Funders are doing their part, at least as much as they’re able with their own strained coffers. Film festivals are programming films from what’s submitted, and both VIFF and WFF keep rolling out talent generators.

I want the service side to do more to support independent film. I want the American productions that shoot up here to do more than employ people and build infrastructure. I want them to plant seeds in the independent scene that will bear fruit long after their productions have wrapped — to aggressively and actively nurture the independent side. Maybe this is through scholarships. Maybe this is through establishing independent production wings.

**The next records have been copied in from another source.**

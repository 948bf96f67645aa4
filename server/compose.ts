import { systemClock } from './adapters/clock.ts';
import { createPrinter } from './adapters/pdf/printer.ts';
import { createSigner } from './adapters/signer.ts';
import { createStripePayments } from './adapters/stripe-payments.ts';
import type { Config } from './config.ts';
import type { Deps } from './ports.ts';
import { openDatabase } from './store/connection.ts';
import { createStockView } from './store/stock-view.ts';

/**
 * Puts the real adapters together as the environment says; `close` ends their connections to the
 * database, and `noteLoss` hears of one that broke.
 */
export function composeDeps(
  config: Config,
  noteLoss?: (error: Error) => void,
): Deps & { close(): Promise<void> } {
  const db = openDatabase(config.databaseUrl);
  const stockView = createStockView(config.databaseUrl, db, noteLoss);
  return {
    db,
    stockView,
    clock: systemClock,
    payments: createStripePayments(config.stripe),
    signer: createSigner(config.tokenSecret),
    printer: createPrinter(),
    publicUrl: config.publicUrl,
    demo: config.demo,
    mailPageUrl: config.mailPageUrl,
    async close() {
      await stockView.close();
      await db.destroy();
    },
  };
}
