/**
 * Makes a function that works something out once for an object and keeps it as long as the object
 * lives. `context` must follow from the object: only the first call's counts.
 */
export function keptWith<Key extends object, Value, Context = void>(
  work: (key: Key, context: Context) => Value,
): (key: Key, context: Context) => Value {
  const known = new WeakMap<Key, { value: Value }>();
  return (key, context) => {
    let kept = known.get(key);
    if (!kept) {
      kept = { value: work(key, context) };
      known.set(key, kept);
    }
    return kept.value;
  };
}

/** As `keptWith`, one value for each object and each `name`. */
export function keptByName<Key extends object, Name extends string | number, Value, Context = void>(
  work: (key: Key, name: Name, context: Context) => Value,
): (key: Key, name: Name, context: Context) => Value {
  const shelfOf = keptWith((_: Key) => new Map<Name, { value: Value }>());
  return (key, name, context) => {
    const shelf = shelfOf(key);
    let kept = shelf.get(name);
    if (!kept) {
      kept = { value: work(key, name, context) };
      shelf.set(name, kept);
    }
    return kept.value;
  };
}
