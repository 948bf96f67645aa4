import type { StockedResistor } from './shelf.ts';

/**
 * What a pack already takes of a few resistors before R4 is chosen: the three thresholds, a pull-up,
 * an LED resistor, the pair of idle sections. At most six entries, so a plain list is searched faster
 * than a map.
 */
export interface ResistorDemand {
  ids: number[];
  counts: number[];
}

/** Counts the pieces of each resistor in the list; null entries are skipped. */
export function demandOf(parts: readonly (StockedResistor | null)[]): ResistorDemand {
  const demand: ResistorDemand = { ids: [], counts: [] };
  for (const part of parts) {
    if (part === null) continue;
    const at = demand.ids.indexOf(part.id);
    if (at < 0) {
      demand.ids.push(part.id);
      demand.counts.push(1);
    } else demand.counts[at]! += 1;
  }
  return demand;
}

/** The same demand with one more piece of a part. */
export function withOneMore(
  { ids, counts }: ResistorDemand,
  part: StockedResistor,
): ResistorDemand {
  const at = ids.indexOf(part.id);
  return at < 0
    ? { ids: [...ids, part.id], counts: [...counts, 1] }
    : { ids, counts: counts.map((count, k) => (k === at ? count + 1 : count)) };
}

function taken(demand: ResistorDemand, id: number): number {
  const at = demand.ids.indexOf(id);
  return at < 0 ? 0 : demand.counts[at]!;
}

/** True when the shelf holds `count` more of a part beside what is taken, `quantity` times. */
export function holdsMore(
  part: StockedResistor,
  count: number,
  demand: ResistorDemand,
  quantity: number,
): boolean {
  return part.available >= quantity * (count + taken(demand, part.id));
}

/** True when the shelf holds the pack's fixed resistors alone, `quantity` times. */
export function demandMakeable(
  parts: readonly (StockedResistor | null)[],
  quantity: number,
): boolean {
  const demand = demandOf(parts);
  return parts.every(
    (part) => part === null || part.available >= quantity * taken(demand, part.id),
  );
}
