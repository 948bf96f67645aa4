import { holdsMore, type ResistorDemand } from './demand.ts';
import { keptByName } from './kept-with.ts';
import type { ResistorValues, TimingTable } from './resistor-values.ts';
import type { StockedResistor } from './shelf.ts';

/** One way to make a timing resistance from stock: one resistor, or two joined. */
export interface SingleTimingParts {
  kind: 'single';
  ohms: number;
  first: StockedResistor;
  second: StockedResistor | null;
  join: 'series' | 'parallel' | null;
}

/**
 * The parts of each value worth looking at for a quantity, by price, then id: in stock that often, and
 * of each tolerance and temperature coefficient only the cheapest, since a dearer one like it is
 * never better, unless the cheaper one could run short beside the rest of the pack.
 */
export type Offers = readonly (readonly StockedResistor[])[];

/** A pack takes at most this many pieces of one resistor: R1–R3, two for idle sections, four more. */
const mostOfOne = 9;

/** Lists the offers of every value; see `Offers`. Kept with the values. */
export const listOffers = keptByName((values: ResistorValues, quantity: number): Offers =>
  values.parts.map((parts) => {
    if (parts.length === 1) return parts[0]!.available >= quantity ? parts : [];
    const settled = new Set<string>();
    return parts.filter((part) => {
      if (part.available < quantity) return false;
      const kind = `${part.tolerance} ${part.temperatureCoefficientPerKelvin}`;
      if (settled.has(kind)) return false;
      if (part.available >= mostOfOne * quantity) settled.add(kind);
      return true;
    });
  }),
);

/** What the shelf lends to one head: timing table, offers, what the head itself takes, how often. */
export interface TimingStock {
  table: TimingTable;
  offers: Offers;
  demand: ResistorDemand;
  quantity: number;
}

/**
 * Calls `visit` with every choice of parts for entry `k` of the table that the shelf holds, cheapest
 * first parts first. `second` is null for one alone.
 */
export function visitChoices(
  { table, offers, demand, quantity }: TimingStock,
  k: number,
  visit: (first: StockedResistor, second: StockedResistor | null) => void,
): void {
  const firstOffers = offers[table.first[k]!]!;
  const secondAt = table.second[k]!;
  if (secondAt < 0) {
    for (const first of firstOffers) if (holdsMore(first, 1, demand, quantity)) visit(first, null);
    return;
  }
  const secondOffers = offers[secondAt]!;
  if (secondOffers.length === 0) return;
  const same = secondOffers === firstOffers;
  for (let i = 0; i < firstOffers.length; i += 1) {
    const first = firstOffers[i]!;
    if (!holdsMore(first, 1, demand, quantity)) continue;
    for (let j = same ? i : 0; j < secondOffers.length; j += 1) {
      const second = secondOffers[j]!;
      if (holdsMore(second, second.id === first.id ? 2 : 1, demand, quantity)) visit(first, second);
    }
  }
}

/** The cheapest choice for entry `k`, ties by the ids of its parts; null when the shelf has none. */
export function cheapestChoice(stock: TimingStock, k: number): SingleTimingParts | null {
  let best: { first: StockedResistor; second: StockedResistor | null } | null = null;
  let bestPrice = Number.POSITIVE_INFINITY;
  visitChoices(stock, k, (first, second) => {
    const price = first.priceMinor + (second?.priceMinor ?? 0);
    if (price > bestPrice) return;
    if (best !== null && price === bestPrice && !isBefore(first, second, best)) return;
    best = { first, second };
    bestPrice = price;
  });
  return best === null ? null : chosenParts(stock.table, k, best);
}

function isBefore(
  first: StockedResistor,
  second: StockedResistor | null,
  best: { first: StockedResistor; second: StockedResistor | null },
): boolean {
  return (
    first.id < best.first.id ||
    (first.id === best.first.id && (second?.id ?? 0) < (best.second?.id ?? 0))
  );
}

/** Puts parts for entry `k` together. */
export function chosenParts(
  table: TimingTable,
  k: number,
  { first, second }: { first: StockedResistor; second: StockedResistor | null },
): SingleTimingParts {
  const parallel = table.parallel[k] === 1;
  return {
    kind: 'single',
    ohms: table.ohms[k]!,
    first,
    second,
    join: second === null ? null : parallel ? 'parallel' : 'series',
  };
}

/** Which values the shelf holds so deep that no pack of this quantity can run short of them. */
const deepValues = keptByName((offers: Offers, quantity: number) => {
  const isDeep = (part: StockedResistor) => part.available >= mostOfOne * quantity;
  return Uint8Array.from(offers, (parts) => (parts.some(isDeep) ? 1 : 0));
});

/** Whether the shelf holds any choice for entry `k`. Quicker than finding the cheapest. */
export function isMakeable(stock: TimingStock, k: number): boolean {
  const { table, offers, demand, quantity } = stock;
  const deep = deepValues(offers, quantity);
  const firstAt = table.first[k]!;
  const secondAt = table.second[k]!;
  if (deep[firstAt] === 1 && (secondAt < 0 || deep[secondAt] === 1)) return true;
  const firstOffers = offers[firstAt]!;
  if (firstOffers.length === 0) return false;
  if (secondAt >= 0 && secondAt !== firstAt) {
    // Two values share no part, so each needs only one of its own.
    return (
      firstOffers.some((part) => holdsMore(part, 1, demand, quantity)) &&
      offers[secondAt]!.some((part) => holdsMore(part, 1, demand, quantity))
    );
  }
  let found = false;
  visitChoices(stock, k, () => (found = true));
  return found;
}

/** Places of all entries of the table that the shelf holds some choice for, ascending. */
export function makeableEntries({ table, offers, demand, quantity }: TimingStock): number[] {
  const once = Uint8Array.from(offers, (parts) =>
    parts.some((part) => holdsMore(part, 1, demand, quantity)) ? 1 : 0,
  );
  const twice = Uint8Array.from(offers, (parts) => {
    const single = parts.filter((part) => holdsMore(part, 1, demand, quantity));
    return single.length > 1 || single.some((part) => holdsMore(part, 2, demand, quantity)) ? 1 : 0;
  });
  const found: number[] = [];
  for (let k = 0; k < table.ohms.length; k += 1) {
    const first = table.first[k]!;
    const second = table.second[k]!;
    if (second < 0 ? once[first] : second === first ? twice[first] : once[first]! & once[second]!) {
      found.push(k);
    }
  }
  return found;
}
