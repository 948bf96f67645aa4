import { keptByName, keptWith } from './kept-with.ts';
import type { ResistorValues } from './resistor-values.ts';
import type { Offers } from './timing-choice.ts';

/** A way a timing resistance can spread and drift. */
export interface TimingKind {
  tolerance: number;
  coefficientPerKelvin: number;
}

/** Shares of the other part in a mixture of two kinds that are looked at. */
const shares = [0.25, 0.5, 0.75] as const;
const smallShares = [0.125, 0.25] as const;
/** A part outside this factor of the whole resistance makes less than a quarter of it. */
const nearFactor = 4;

/** The different kinds among some offers. */
function kindsOf(offers: Offers): TimingKind[] {
  const kinds = new Map<string, TimingKind>();
  for (const parts of offers) {
    for (const { tolerance, temperatureCoefficientPerKelvin: coefficientPerKelvin } of parts) {
      kinds.set(`${tolerance} ${coefficientPerKelvin}`, { tolerance, coefficientPerKelvin });
    }
  }
  return [...kinds.values()];
}

function mix(one: TimingKind, other: TimingKind, share: number): TimingKind {
  const between = (a: number, b: number) => (1 - share) * a + share * b;
  return {
    tolerance: between(one.tolerance, other.tolerance),
    coefficientPerKelvin: between(one.coefficientPerKelvin, other.coefficientPerKelvin),
  };
}

/** All kinds singly, and every two mixed in quarters; what lies between hardly differs. */
function mixAll(kinds: readonly TimingKind[]): TimingKind[] {
  return kinds.flatMap((one, k) => [
    one,
    ...kinds.slice(k + 1).flatMap((other) => shares.map((share) => mix(one, other, share))),
  ]);
}

/** The kinds of timing resistance that all offers can form, singly or two mixed. Kept with the offers. */
export const mixedKinds = keptWith((offers: Offers): readonly TimingKind[] =>
  mixAll(kindsOf(offers)),
);

/**
 * The kinds that a timing resistance of about `ohms` can be of: singly or mixed by parts within a
 * factor of four, which make a quarter of it or more, with a little of any other. Kept with the offers.
 */
export function kindsNear(
  values: ResistorValues,
  offers: Offers,
  ohms: number,
): readonly TimingKind[] {
  return kindsOfOctave(offers, Math.floor(Math.log2(ohms)), values);
}

const kindsOfOctave = keptByName(
  (offers: Offers, octave: number, { ohms }: ResistorValues): readonly TimingKind[] => {
    // The rate may be off by half as much again, and so the resistance.
    const [from, to] = [2 ** octave / nearFactor / 1.6, 2 ** (octave + 1) * nearFactor * 1.6];
    const near = kindsOf(offers.filter((_, k) => ohms[k]! >= from && ohms[k]! <= to));
    if (near.length === 0) return mixedKinds(offers);
    const isNear = (kind: TimingKind) =>
      near.some(
        (one) =>
          one.tolerance === kind.tolerance &&
          one.coefficientPerKelvin === kind.coefficientPerKelvin,
      );
    const far = kindsOf(offers).filter((kind) => !isNear(kind));
    return [
      ...mixAll(near),
      ...near.flatMap((one) =>
        far.flatMap((other) => smallShares.map((share) => mix(one, other, share))),
      ),
    ];
  },
);
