import { aimFrame, type Frame } from './aim.ts';
import type { ResistorDemand } from './demand.ts';
import type { GuaranteedBand } from './guaranteed-band.ts';
import type { PreparedShelf } from './prepared-shelf.ts';
import { promise, type RankedPack } from './promise.ts';
import { lowestTimingOhms } from './rules.ts';
import type { SearchBrief } from './shelf.ts';
import type { SingleTimingParts } from './timing-choice.ts';
import { gridCandidates } from './tuned.ts';

/** One kit with its very capacitor measured and its timing resistance chosen for it. */
export type TunedKit = RankedPack & { timing: SingleTimingParts };

/** All of a kit but R4 is kept for it already, so nothing more is taken beside R4. */
const nothingElse: ResistorDemand = { ids: [], counts: [] };

/**
 * The kits that a measured capacitor can become, nearest to the target first: the stocked resistances
 * of a class of tolerance next below and above what the reading, in farads, asks for. `frame` is the
 * sold pack's, `limit` its class as a fraction (`tunedClassOf`). Each has the promise of that one kit:
 * the nominal rate for the reading, and a guaranteed band in which the capacitor stands within ± the
 * meter's uncertainty of the reading and R4 within its own tolerance. Empty when no allowed resistance
 * gives the target, or the shelf holds none. Throws a RangeError unless `farads` is above zero and
 * finite. Neglects that the meter may be off by a fixed amount beside the share.
 */
export function tunedKits(
  frame: Frame,
  farads: number,
  limit: number,
  brief: SearchBrief,
  shelf: PreparedShelf,
): TunedKit[] {
  if (!(farads > 0 && farads < Number.POSITIVE_INFINITY)) {
    throw new RangeError(`A capacitor reads more than 0 F, not ${farads}.`);
  }
  const one: SearchBrief = { ...brief, quantity: 1, care: 'as-stocked' };
  const measured = measuredFrame(frame, farads, one, shelf);
  const { ohms, reaches } = aimFrame(measured, one);
  if (!reaches) return [];
  return gridCandidates(measured, ohms, limit, one, shelf).map((candidate) => ({
    ...promise(candidate, one, shelf),
    timing: candidate.timing,
  }));
}

/** The sold frame with its capacitor as it was measured, and the least timing resistance it may have. */
function measuredFrame(
  { head, capacitor }: Frame,
  farads: number,
  brief: SearchBrief,
  { smallestWatts }: PreparedShelf,
): Frame {
  const { comparator, pullUp } = head;
  const minTimingOhms = lowestTimingOhms(comparator, pullUp?.ohms ?? null, brief, smallestWatts);
  return {
    head: { ...head, demand: nothingElse, minTimingOhms },
    capacitor: { ...capacitor, farads, tolerance: brief.meterUncertainty, deviation: null },
  };
}

/** Share by which two bands worked out on different ways may differ in their last figures. */
const sameEnd = 1e-12;

/** True when a band, in hertz, lies inside another or reaches to its ends. */
export function liesInside(band: GuaranteedBand, outer: GuaranteedBand): boolean {
  return band.minHz >= outer.minHz * (1 - sameEnd) && band.maxHz <= outer.maxHz * (1 + sameEnd);
}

You could argue that it’s not the responsibility of service productions to bolster indie voices, but the fact remains that the busier they get on their service side, the more difficult it gets on the independent side.

And I want audiences to care about this. I want audiences to care because these films hold up a mirror to who we are as Vancouverites in a way that a Netflix series or a Hallmark film cannot. We Vancouverites are complicated beings: we are beautiful and ugly and brilliant and fucked up. Films like The Body Remembers When the World Broke Open and Daughter — both highlights of 2019 VIFF — reflect our nuances. These independent narrative feature films are our stories, and our stories matter.

Film workers will tell you that they’d spend more time working on the independent side if the funding, time and audience were there.

There’s no simple fix. Systemic and cultural shifts are required. Let’s begin by identifying that there’s a crisis, and making a concerted effort to watch this work whenever it screens. Also: #SaveBCFilmAgain.